> _Directions_:
Reading the records beneath this task, work out how many lines contain the word "group" and reply with only that number.

Collection entries
^^^^^^^^^^^^^^^^

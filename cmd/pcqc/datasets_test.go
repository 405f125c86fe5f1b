package main

import (
	"encoding/json"
	"os"
	"path/filepath"
	"testing"
)

// scikit-learn's wine, breast-cancer and diabetes tables (testdata/datasets,
// provenance in its README) are ordinary, well-studied data: the default
// audit must not end in FAIL (exit status 1) on any of them. Each is run
// with every default (bootstrap, permutations, cross-validation); the class
// columns only colour the plots.
func TestOpenDatasetsDoNotFailByDefault(t *testing.T) {
	cases := []struct{ file, group string }{
		{"wine.csv", "cultivar"},
		{"breast_cancer.csv", "diagnosis"},
		{"diabetes.csv", ""},
	}
	for _, c := range cases {
		t.Run(c.file, func(t *testing.T) {
			out := filepath.Join(t.TempDir(), "audit")
			args := []string{"run", filepath.Join("..", "..", "testdata", "datasets", c.file), "--out", out, "--format", "none", "--quiet"}
			if c.group != "" {
				args = append(args, "--group", c.group)
			}
			status, _, stderr := runPCQC(t, args...)
			if status != exitOK {
				t.Fatalf("exit status %d (%s)", status, stderr)
			}
			var summary struct {
				Verdict string
				Checks  []struct{ ID, Status, Message string }
			}
			b, err := os.ReadFile(filepath.Join(out, "summary.json"))
			if err != nil {
				t.Fatal(err)
			}
			if err := json.Unmarshal(b, &summary); err != nil {
				t.Fatal(err)
			}
			for _, ch := range summary.Checks {
				if ch.Status == "fail" {
					t.Errorf("%s fails: %s", ch.ID, ch.Message)
				}
			}
		})
	}
}
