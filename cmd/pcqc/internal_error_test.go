package main

import (
	"errors"
	"fmt"
	"io"
	"io/fs"
	"os"
	"path/filepath"
	"strings"
	"syscall"
	"testing"

	"pcqc/outdir"
)

// withCommand registers a command for one test.
func withCommand(t *testing.T, c *command) {
	t.Helper()
	saved := commands
	commands = append(append([]*command{}, commands...), c)
	t.Cleanup(func() { commands = saved })
}

// A panic (always a bug) becomes one line on stderr and its own exit
// status, and the folder being written is removed.
func TestPanicBecomesInternalError(t *testing.T) {
	dir := t.TempDir()
	target := filepath.Join(dir, "out")
	withCommand(t, &command{name: "boom", run: func(args []string, stdout, stderr io.Writer) (int, error) {
		out, err := outdir.Begin(target, outdir.Options{})
		if err != nil {
			return 0, err
		}
		setActiveOutput(out)
		os.WriteFile(out.Path("half.csv"), []byte("x"), 0o644)
		var m map[string]int
		m["nil map"]++ // a runtime panic
		return 0, nil
	}})
	status, _, stderr := runPCQC(t, "boom")
	if status != exitInternal {
		t.Errorf("status %d, want %d", status, exitInternal)
	}
	if strings.Count(stderr, "\n") != 1 || !strings.Contains(stderr, "pcqc boom: internal error") || !strings.Contains(stderr, "report") {
		t.Errorf("stderr %q", stderr)
	}
	if strings.Contains(stderr, "goroutine") || strings.Contains(stderr, "panic:") {
		t.Errorf("stderr holds a stack trace: %q", stderr)
	}
	if entries, _ := os.ReadDir(dir); len(entries) != 0 {
		t.Errorf("left behind: %v", entries)
	}
}

// Exit status 3 is for the file system's refusals only; anything else met
// while writing is pcqc's own fault.
func TestWriteFailureStatus(t *testing.T) {
	cases := []struct {
		err  error
		want int
	}{
		{&fs.PathError{Op: "write", Path: "x", Err: syscall.ENOSPC}, exitOutput},
		{fmt.Errorf("figures: %w", &fs.PathError{Op: "open", Path: "x", Err: syscall.EACCES}), exitOutput},
		{&os.LinkError{Op: "rename", Old: "a", New: "b", Err: syscall.EXDEV}, exitOutput},
		{syscall.EIO, exitOutput},
		{errors.New("json: unsupported value: NaN"), exitInternal},
		{errors.New("axis range is not finite"), exitInternal},
		{&outdir.RefusedError{Target: "x", Reason: "changed"}, exitUsage},
	}
	for _, c := range cases {
		if got := statusFor(writeFailure(c.err)); got != c.want {
			t.Errorf("%v: status %d, want %d", c.err, got, c.want)
		}
	}
}

// Text from a user's file reaches stderr with its control characters
// escaped: no terminal escape sequences, no reordering of the line.
func TestOneLineEscapesControls(t *testing.T) {
	cases := map[string]string{
		"a\nb":                      `a b`,
		"bell\a and \x1b[31mred":    `bell\x07 and \x1b[31mred`,
		"osc \x1b]0;title\x07":      `osc \x1b]0;title\x07`,
		"rtl \u202eevil":            `rtl \u202eevil`,
		"c1 \u009b":                 `c1 \u009b`,
		"bad \xff byte":             `bad \xff byte`,
		"tab\tand µ°ä kept":         "tab and µ°ä kept",
		"isolate \u2066x\u2069 end": `isolate \u2066x\u2069 end`,
	}
	for in, want := range cases {
		if got := oneLine(in); got != want {
			t.Errorf("oneLine(%q) = %q, want %q", in, got, want)
		}
	}
}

^^^^^^^^^^^^^^^^

> _Exercise answer_:
3